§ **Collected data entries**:
# # # #
def _technology_emits(c: Any, ev: Evidence, fav: list[Reading], lam: float | None,
                      band: tuple[float, float] | None) -> Verdict | None:
    """On an estimate: does the stated technology emit where the claim says? A wavelength is
    held against the technology's lines and peak window (data/technologies.toml) with the
    same tolerance as a measured peak; a band against the share of the nominal spectrum in it.
    Either gives at most 'unlikely' (technology data are not a hard bound). None for a
    wavelength when no favourable reading has a technology in the table."""
    from uvcheck.germicidal import technologies

    techs = technologies()
    known = [(r, techs[r.technology]) for r in fav if r.technology in techs]
    if lam is not None:
        if not known:
            return None
        tol = max(PEAK_TOLERANCE_NM, (ev.listing.fwhm_nm or 0.0) / 2)
        best = None
        for r, t in known:
            lines = [float(x) for x in (t.get("lines_nm") or ())]
            lo, hi = (float(x) for x in t["peak_window_nm"])
            d_win = 0.0 if lo <= lam <= hi else min(abs(lam - lo), abs(lam - hi))
            dist = min([d_win] + [abs(lam - x) for x in lines])
            where = ((f"lines {', '.join(f'{x:g}' for x in lines)} nm; " if lines else "")
                     + f"peak window {lo:g}–{hi:g} nm")
            if best is None or dist < best[0]:
                best = (dist, r, t, where)
        dist, r, t, where = best
        name = _tech_name(r.technology, techs)
        if dist <= tol:
            return Verdict(c.id, c.kind, c.text, "holds", Quantity(lam, "nm", "stated wavelength"),
                           None, None,
                           f"the stated {lam:g} nm is within {sig(tol, 2)} nm of where {name} "
                           f"emits ({where}); an estimate from the listing, not a measurement",
                           (), (), "nominal estimate", r.label,
                           {"technology": r.technology, "distance_nm": dist},
                           rule_technology_tolerance(tol))
        return Verdict(c.id, c.kind, c.text, "unlikely", Quantity(lam, "nm", "stated wavelength"),
                       None, None,
                       f"no line or peak of {name} lies within {sig(tol, 2)} nm of the stated "
                       f"{lam:g} nm ({where}; the nearest is {sig(dist, 3)} nm away); an estimate "
                       "from the listing, not a measurement",
                       (), ("a measured spectrum",), "nominal estimate", r.label,
                       {"technology": r.technology, "distance_nm": dist},
                       rule_technology_tolerance(tol))
    lo, hi = band  # type: ignore[misc]
    best_share, best_r = -1.0, fav[0]
    for r in fav:
        tot = integrate(r.spectrum, *r.spectrum.range_nm).value
        share = integrate(r.spectrum, lo, hi).value / tot if tot > 0 else 0.0
        if share > best_share:
            best_share, best_r = share, r
    name = _tech_name(best_r.technology, techs)
    label = c.band_name or f"{lo:g}–{hi:g} nm"
    if best_share >= NOMINAL_BAND_SHARE_MIN:
        return Verdict(c.id, c.kind, c.text, "holds", None, None, None,
                       f"the nominal spectrum of {name} puts {sig(100 * best_share, 3)} % of its "
                       f"output in {label} ({lo:g}–{hi:g} nm); an estimate from the listing, not "
                       "a measurement", (), (), "nominal estimate", best_r.label,
                       {"technology": best_r.technology, "share": best_share}, RULE_TECHNOLOGY_BAND)
    return Verdict(c.id, c.kind, c.text, "unlikely", None, None, None,
                   f"the nominal spectrum of {name} puts {sig(100 * best_share, 2)} % of its "
                   f"output in {label} ({lo:g}–{hi:g} nm), under the "
                   f"{sig(100 * NOMINAL_BAND_SHARE_MIN, 1)} % taken as emission there (our own "
                   "rule): the stated technology does not emit in that band; an estimate from "
                   "the listing, not a measurement", (), ("a measured spectrum",),
                   "nominal estimate", best_r.label,
                   {"technology": best_r.technology, "share": best_share}, RULE_TECHNOLOGY_BAND)
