"""Nominal spectra: what a lamp would emit according to its stated data. ESTIMATES, not measurements.

When there is no measured spectrum, uvcheck builds one from the listing: a model shape for the
stated technology (an LED band, the low-pressure mercury lines, a KrCl* excimer band, a white
LED, a blackbody) scaled to an optical power that is either stated or derived from the
electrical power times the technology's efficiency range (min / typical / max, from
``data/technologies.toml``). The full hazard and germicidal evaluation then runs on it, so its
results are ranges and every one of them is labelled an estimate.

Every nominal spectrum:

* has ``meta['origin'] == 'nominal'``, ``meta['estimate'] is True`` and the label
  :data:`ESTIMATE_LABEL`, with the model, its parameters and their sources in ``meta``;
* declares ``covered_nm`` = :data:`NOMINAL_RANGE_NM` (180–3000 nm): a model is complete by
  construction, so evaluators may read "no emission outside the model's samples" as zero.
  That is the one place where absence means zero, and it is why the label matters;
* is a spectral radiant flux (``quantity='flux'``, W nm⁻¹) when a power is known, else a
  relative shape (``quantity='relative'``, integrating to 1). :func:`irradiance_at` turns a
  flux into an irradiance at a distance with the geometry models of :mod:`uvcheck.geometry`.

Model shapes (parameters in ``data/emitters/led_packages.toml`` and
``data/emitters/lamp_models.toml``, each labelled with its source):

* single LED: colour-science's ``sd_single_led_Ohno2005`` (Ohno 2005), whose shape
  S = (g + 2g⁵)/3 with g = exp(−((λ−λ₀)/Δ)²) has FWHM = 0.92182·Δ [derived: g + 2g⁵ = 3/2
  at half maximum]; the stated (or typical) FWHM is converted to Δ so that the model's FWHM
  is the stated one;
* low-pressure mercury: discrete :class:`~uvcheck.spectrum.Line` objects, strengths relative
  to 253.7 nm (from memory);
* KrCl* excimer: a 222 nm band with a long-wavelength skirt, plus (unfiltered) a Cl₂* band
  near 258 nm and a weak continuum (from memory);
* white LED: blue pump and phosphor bands, colour-science's ``sd_multi_leds_Ohno2005``;
* blackbody: Planck's law with h, c, k from scipy.constants (CODATA, exact since 2019).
# # # #
§ **What you will do**:
Once you have read the records above, output each of them verbatim.

§ **Output for this exercise**:
def _technology_emits(c: Any, ev: Evidence, fav: list[Reading], lam: float | None,
                      band: tuple[float, float] | None) -> Verdict | None:
    """On an estimate: does the stated technology emit where the claim says? A wavelength is
    held against the technology's lines and peak window (data/technologies.toml) with the
    same tolerance as a measured peak; a band against the share of the nominal spectrum in it.
    Either gives at most 'unlikely' (technology data are not a hard bound). None for a
    wavelength when no favourable reading has a technology in the table."""
    from uvcheck.germicidal import technologies

    techs = technologies()
    known = [(r, techs[r.technology]) for r in fav if r.technology in techs]
    if lam is not None:
        if not known:
            return None
        tol = max(PEAK_TOLERANCE_NM, (ev.listing.fwhm_nm or 0.0) / 2)
        best = None
        for r, t in known:
            lines = [float(x) for x in (t.get("lines_nm") or ())]
            lo, hi = (float(x) for x in t["peak_window_nm"])
            d_win = 0.0 if lo <= lam <= hi else min(abs(lam - lo), abs(lam - hi))
            dist = min([d_win] + [abs(lam - x) for x in lines])
            where = ((f"lines {', '.join(f'{x:g}' for x in lines)} nm; " if lines else "")
                     + f"peak window {lo:g}–{hi:g} nm")
            if best is None or dist < best[0]:
                best = (dist, r, t, where)
        dist, r, t, where = best
        name = _tech_name(r.technology, techs)
        if dist <= tol:
            return Verdict(c.id, c.kind, c.text, "holds", Quantity(lam, "nm", "stated wavelength"),
                           None, None,
                           f"the stated {lam:g} nm is within {sig(tol, 2)} nm of where {name} "
                           f"emits ({where}); an estimate from the listing, not a measurement",
                           (), (), "nominal estimate", r.label,
                           {"technology": r.technology, "distance_nm": dist},
                           rule_technology_tolerance(tol))
        return Verdict(c.id, c.kind, c.text, "unlikely", Quantity(lam, "nm", "stated wavelength"),
                       None, None,
                       f"no line or peak of {name} lies within {sig(tol, 2)} nm of the stated "
                       f"{lam:g} nm ({where}; the nearest is {sig(dist, 3)} nm away); an estimate "
                       "from the listing, not a measurement",
                       (), ("a measured spectrum",), "nominal estimate", r.label,
                       {"technology": r.technology, "distance_nm": dist},
                       rule_technology_tolerance(tol))
    lo, hi = band  # type: ignore[misc]
    best_share, best_r = -1.0, fav[0]
    for r in fav:
        tot = integrate(r.spectrum, *r.spectrum.range_nm).value
        share = integrate(r.spectrum, lo, hi).value / tot if tot > 0 else 0.0
        if share > best_share:
            best_share, best_r = share, r
    name = _tech_name(best_r.technology, techs)
    label = c.band_name or f"{lo:g}–{hi:g} nm"
    if best_share >= NOMINAL_BAND_SHARE_MIN:
        return Verdict(c.id, c.kind, c.text, "holds", None, None, None,
                       f"the nominal spectrum of {name} puts {sig(100 * best_share, 3)} % of its "
                       f"output in {label} ({lo:g}–{hi:g} nm); an estimate from the listing, not "
                       "a measurement", (), (), "nominal estimate", best_r.label,
                       {"technology": best_r.technology, "share": best_share}, RULE_TECHNOLOGY_BAND)
    return Verdict(c.id, c.kind, c.text, "unlikely", None, None, None,
                   f"the nominal spectrum of {name} puts {sig(100 * best_share, 2)} % of its "
                   f"output in {label} ({lo:g}–{hi:g} nm), under the "
                   f"{sig(100 * NOMINAL_BAND_SHARE_MIN, 1)} % taken as emission there (our own "
                   "rule): the stated technology does not emit in that band; an estimate from "
                   "the listing, not a measurement", (), ("a measured spectrum",),
                   "nominal estimate", best_r.label,
                   {"technology": best_r.technology, "share": best_share}, RULE_TECHNOLOGY_BAND)
"""Nominal spectra: what a lamp would emit according to its stated data. ESTIMATES, not measurements.

When there is no measured spectrum, uvcheck builds one from the listing: a model shape for the
stated technology (an LED band, the low-pressure mercury lines, a KrCl* excimer band, a white
LED, a blackbody) scaled to an optical power that is either stated or derived from the
electrical power times the technology's efficiency range (min / typical / max, from
``data/technologies.toml``). The full hazard and germicidal evaluation then runs on it, so its
results are ranges and every one of them is labelled an estimate.

Every nominal spectrum:

* has ``meta['origin'] == 'nominal'``, ``meta['estimate'] is True`` and the label
  :data:`ESTIMATE_LABEL`, with the model, its parameters and their sources in ``meta``;
* declares ``covered_nm`` = :data:`NOMINAL_RANGE_NM` (180–3000 nm): a model is complete by
  construction, so evaluators may read "no emission outside the model's samples" as zero.
  That is the one place where absence means zero, and it is why the label matters;
* is a spectral radiant flux (``quantity='flux'``, W nm⁻¹) when a power is known, else a
  relative shape (``quantity='relative'``, integrating to 1). :func:`irradiance_at` turns a
  flux into an irradiance at a distance with the geometry models of :mod:`uvcheck.geometry`.

Model shapes (parameters in ``data/emitters/led_packages.toml`` and
``data/emitters/lamp_models.toml``, each labelled with its source):

* single LED: colour-science's ``sd_single_led_Ohno2005`` (Ohno 2005), whose shape
  S = (g + 2g⁵)/3 with g = exp(−((λ−λ₀)/Δ)²) has FWHM = 0.92182·Δ [derived: g + 2g⁵ = 3/2
  at half maximum]; the stated (or typical) FWHM is converted to Δ so that the model's FWHM
  is the stated one;
* low-pressure mercury: discrete :class:`~uvcheck.spectrum.Line` objects, strengths relative
  to 253.7 nm (from memory);
* KrCl* excimer: a 222 nm band with a long-wavelength skirt, plus (unfiltered) a Cl₂* band
  near 258 nm and a weak continuum (from memory);
* white LED: blue pump and phosphor bands, colour-science's ``sd_multi_leds_Ohno2005``;
* blackbody: Planck's law with h, c, k from scipy.constants (CODATA, exact since 2019).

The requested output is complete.